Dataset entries
◇ ◇ ◇

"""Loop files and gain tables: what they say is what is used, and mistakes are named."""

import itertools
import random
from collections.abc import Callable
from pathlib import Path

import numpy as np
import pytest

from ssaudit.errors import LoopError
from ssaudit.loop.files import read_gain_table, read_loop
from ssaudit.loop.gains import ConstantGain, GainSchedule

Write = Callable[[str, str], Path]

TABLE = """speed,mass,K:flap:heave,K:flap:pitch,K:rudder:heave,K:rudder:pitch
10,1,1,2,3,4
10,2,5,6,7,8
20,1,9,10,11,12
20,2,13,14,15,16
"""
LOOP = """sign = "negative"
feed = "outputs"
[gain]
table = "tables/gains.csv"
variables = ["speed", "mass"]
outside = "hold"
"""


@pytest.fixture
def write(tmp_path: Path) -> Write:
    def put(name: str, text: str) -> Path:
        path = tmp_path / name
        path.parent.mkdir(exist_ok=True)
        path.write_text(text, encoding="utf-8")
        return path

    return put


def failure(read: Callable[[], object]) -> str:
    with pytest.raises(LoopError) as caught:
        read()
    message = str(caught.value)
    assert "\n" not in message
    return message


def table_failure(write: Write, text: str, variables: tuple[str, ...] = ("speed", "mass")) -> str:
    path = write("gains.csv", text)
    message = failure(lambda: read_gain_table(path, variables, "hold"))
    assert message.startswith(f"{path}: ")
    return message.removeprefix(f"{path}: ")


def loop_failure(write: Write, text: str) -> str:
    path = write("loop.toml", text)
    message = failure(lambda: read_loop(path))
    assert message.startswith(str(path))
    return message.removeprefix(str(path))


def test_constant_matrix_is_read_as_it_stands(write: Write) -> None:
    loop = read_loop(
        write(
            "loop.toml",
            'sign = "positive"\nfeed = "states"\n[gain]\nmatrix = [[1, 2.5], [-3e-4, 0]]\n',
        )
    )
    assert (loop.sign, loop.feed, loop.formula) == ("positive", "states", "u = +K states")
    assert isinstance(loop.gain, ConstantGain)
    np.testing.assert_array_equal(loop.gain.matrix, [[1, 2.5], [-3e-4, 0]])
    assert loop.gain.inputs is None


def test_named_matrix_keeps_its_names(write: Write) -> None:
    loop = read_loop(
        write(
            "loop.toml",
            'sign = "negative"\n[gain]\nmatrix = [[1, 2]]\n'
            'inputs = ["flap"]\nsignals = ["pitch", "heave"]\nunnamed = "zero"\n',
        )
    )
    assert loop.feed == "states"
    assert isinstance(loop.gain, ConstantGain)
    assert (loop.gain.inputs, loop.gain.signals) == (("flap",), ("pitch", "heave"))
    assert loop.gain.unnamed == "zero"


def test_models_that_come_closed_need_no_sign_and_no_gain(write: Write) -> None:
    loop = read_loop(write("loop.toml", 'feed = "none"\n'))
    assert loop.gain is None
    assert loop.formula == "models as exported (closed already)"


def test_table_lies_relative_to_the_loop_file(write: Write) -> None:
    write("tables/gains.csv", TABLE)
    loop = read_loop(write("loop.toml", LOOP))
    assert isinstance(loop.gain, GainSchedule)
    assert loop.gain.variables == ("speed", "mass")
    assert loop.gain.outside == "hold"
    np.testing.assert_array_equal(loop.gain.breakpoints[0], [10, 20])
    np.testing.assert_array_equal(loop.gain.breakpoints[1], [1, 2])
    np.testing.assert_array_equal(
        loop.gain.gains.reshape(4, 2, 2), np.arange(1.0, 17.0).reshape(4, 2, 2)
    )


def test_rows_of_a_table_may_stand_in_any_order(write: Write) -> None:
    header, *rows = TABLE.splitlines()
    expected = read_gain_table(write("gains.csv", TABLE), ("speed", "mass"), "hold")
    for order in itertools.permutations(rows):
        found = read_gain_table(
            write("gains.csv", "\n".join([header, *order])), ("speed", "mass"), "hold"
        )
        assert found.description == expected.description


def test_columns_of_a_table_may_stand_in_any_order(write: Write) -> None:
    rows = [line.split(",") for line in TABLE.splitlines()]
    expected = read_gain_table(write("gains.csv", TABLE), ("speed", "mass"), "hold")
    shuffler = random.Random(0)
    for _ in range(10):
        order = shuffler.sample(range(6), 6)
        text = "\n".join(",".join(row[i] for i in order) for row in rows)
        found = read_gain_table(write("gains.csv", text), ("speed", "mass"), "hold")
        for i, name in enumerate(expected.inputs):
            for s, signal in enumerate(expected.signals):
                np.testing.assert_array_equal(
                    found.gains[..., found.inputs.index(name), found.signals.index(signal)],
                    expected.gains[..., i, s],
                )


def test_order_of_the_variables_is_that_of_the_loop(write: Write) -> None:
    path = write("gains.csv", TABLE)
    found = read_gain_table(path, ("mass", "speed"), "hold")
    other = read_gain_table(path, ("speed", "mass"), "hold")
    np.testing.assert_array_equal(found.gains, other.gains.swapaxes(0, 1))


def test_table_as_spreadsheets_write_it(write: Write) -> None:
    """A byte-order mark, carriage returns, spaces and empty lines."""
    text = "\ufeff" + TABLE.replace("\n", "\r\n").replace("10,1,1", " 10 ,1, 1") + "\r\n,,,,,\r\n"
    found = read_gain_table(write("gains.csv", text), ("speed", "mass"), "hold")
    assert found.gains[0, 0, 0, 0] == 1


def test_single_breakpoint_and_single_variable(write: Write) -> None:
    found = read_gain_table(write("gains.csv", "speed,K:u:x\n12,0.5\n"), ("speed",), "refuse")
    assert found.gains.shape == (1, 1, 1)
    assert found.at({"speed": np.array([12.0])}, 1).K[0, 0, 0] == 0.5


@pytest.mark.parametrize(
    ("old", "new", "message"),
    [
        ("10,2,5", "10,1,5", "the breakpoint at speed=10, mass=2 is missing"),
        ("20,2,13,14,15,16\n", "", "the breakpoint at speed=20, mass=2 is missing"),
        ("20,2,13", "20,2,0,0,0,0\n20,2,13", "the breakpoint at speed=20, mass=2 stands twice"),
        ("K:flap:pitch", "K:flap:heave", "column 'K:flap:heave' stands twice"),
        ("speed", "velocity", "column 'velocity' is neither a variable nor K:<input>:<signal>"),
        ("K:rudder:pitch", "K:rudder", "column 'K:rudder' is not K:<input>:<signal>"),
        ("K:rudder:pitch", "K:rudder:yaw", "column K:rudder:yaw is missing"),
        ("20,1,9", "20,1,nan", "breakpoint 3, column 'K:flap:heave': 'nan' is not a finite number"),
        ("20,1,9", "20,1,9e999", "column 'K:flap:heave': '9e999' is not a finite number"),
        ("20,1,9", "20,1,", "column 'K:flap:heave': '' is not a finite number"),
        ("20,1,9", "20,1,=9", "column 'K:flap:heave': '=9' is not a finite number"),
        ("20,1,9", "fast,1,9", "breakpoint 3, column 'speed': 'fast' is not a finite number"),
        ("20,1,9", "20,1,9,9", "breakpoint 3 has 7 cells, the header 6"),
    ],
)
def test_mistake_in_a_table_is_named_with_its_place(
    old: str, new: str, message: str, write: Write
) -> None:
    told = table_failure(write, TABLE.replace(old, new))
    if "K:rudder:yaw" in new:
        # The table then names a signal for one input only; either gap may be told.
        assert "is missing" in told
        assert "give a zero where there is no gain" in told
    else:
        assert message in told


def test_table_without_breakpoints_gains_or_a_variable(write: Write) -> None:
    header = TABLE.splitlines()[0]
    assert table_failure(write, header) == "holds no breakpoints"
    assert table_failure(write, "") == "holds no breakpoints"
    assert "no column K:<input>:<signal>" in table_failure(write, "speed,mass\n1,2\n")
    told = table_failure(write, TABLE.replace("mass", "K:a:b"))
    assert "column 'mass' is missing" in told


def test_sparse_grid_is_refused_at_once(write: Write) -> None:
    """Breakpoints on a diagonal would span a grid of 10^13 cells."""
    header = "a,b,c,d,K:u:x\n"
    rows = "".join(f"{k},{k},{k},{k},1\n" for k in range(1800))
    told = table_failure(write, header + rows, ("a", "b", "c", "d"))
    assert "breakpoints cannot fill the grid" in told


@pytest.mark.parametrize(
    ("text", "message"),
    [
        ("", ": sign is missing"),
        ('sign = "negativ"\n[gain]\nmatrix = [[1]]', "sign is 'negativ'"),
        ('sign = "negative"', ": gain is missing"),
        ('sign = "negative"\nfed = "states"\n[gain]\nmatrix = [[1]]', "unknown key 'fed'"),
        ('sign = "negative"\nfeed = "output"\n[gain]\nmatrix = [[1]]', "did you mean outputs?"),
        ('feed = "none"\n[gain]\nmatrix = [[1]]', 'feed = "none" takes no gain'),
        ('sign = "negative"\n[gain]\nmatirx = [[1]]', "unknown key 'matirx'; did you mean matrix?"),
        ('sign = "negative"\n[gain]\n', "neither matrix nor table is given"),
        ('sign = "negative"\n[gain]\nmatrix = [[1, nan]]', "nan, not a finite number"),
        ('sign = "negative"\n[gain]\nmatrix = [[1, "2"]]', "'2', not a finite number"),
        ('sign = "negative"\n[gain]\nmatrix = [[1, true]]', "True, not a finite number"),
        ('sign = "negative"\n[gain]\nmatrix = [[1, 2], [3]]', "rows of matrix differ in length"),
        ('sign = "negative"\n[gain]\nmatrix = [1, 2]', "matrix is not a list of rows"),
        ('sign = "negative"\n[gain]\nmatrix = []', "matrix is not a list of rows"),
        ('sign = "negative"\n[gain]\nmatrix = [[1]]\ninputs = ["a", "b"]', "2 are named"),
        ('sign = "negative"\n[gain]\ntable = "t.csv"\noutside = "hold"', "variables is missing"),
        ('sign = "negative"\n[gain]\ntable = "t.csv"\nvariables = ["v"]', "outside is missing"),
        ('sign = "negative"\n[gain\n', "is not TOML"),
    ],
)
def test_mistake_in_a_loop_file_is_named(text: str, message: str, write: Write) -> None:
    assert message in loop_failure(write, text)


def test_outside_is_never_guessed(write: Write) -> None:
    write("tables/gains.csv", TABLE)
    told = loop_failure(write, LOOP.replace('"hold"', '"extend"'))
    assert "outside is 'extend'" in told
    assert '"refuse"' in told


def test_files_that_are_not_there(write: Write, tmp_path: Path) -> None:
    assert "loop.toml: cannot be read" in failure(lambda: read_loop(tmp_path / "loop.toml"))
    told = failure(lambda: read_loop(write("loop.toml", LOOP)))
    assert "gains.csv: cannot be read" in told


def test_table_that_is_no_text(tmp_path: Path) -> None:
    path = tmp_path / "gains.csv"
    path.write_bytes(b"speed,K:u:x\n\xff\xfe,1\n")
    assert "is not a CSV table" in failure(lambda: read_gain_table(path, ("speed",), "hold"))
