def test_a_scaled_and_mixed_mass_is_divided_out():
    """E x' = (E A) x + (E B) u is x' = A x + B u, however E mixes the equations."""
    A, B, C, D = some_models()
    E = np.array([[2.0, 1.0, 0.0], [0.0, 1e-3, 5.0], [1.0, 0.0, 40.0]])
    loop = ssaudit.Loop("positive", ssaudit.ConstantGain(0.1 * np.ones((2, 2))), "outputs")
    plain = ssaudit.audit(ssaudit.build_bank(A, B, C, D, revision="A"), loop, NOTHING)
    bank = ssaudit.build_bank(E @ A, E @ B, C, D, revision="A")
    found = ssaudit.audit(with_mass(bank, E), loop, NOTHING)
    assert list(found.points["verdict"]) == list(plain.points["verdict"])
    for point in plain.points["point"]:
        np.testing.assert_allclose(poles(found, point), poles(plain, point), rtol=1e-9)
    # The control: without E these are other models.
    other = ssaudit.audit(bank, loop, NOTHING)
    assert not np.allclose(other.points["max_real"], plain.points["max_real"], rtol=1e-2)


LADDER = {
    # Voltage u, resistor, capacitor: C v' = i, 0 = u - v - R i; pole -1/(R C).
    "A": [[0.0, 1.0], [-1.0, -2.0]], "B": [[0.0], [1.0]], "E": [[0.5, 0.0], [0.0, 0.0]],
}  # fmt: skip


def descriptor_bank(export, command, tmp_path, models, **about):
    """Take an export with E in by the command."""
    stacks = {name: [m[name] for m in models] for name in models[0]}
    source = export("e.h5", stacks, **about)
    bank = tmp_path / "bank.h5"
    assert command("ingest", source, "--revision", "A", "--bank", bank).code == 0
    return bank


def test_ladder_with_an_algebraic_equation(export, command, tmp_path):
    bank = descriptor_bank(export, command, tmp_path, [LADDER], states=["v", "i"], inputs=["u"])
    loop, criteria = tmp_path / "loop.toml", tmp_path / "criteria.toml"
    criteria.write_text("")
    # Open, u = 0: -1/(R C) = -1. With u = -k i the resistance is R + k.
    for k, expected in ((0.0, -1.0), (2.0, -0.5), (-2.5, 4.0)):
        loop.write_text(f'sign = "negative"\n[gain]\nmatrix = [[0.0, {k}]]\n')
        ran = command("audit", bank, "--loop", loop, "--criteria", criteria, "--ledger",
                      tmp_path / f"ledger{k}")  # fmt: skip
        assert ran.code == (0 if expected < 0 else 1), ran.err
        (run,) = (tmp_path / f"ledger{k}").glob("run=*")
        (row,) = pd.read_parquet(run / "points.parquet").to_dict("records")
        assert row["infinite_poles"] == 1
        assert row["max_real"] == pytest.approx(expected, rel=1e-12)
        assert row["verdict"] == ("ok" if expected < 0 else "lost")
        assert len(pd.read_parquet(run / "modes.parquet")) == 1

◇ ◇ ◇

* Task prompt
Whenever the string "random" turns up in a line of the data, copy that line.

* Completed task
import random
    shuffler = random.Random(0)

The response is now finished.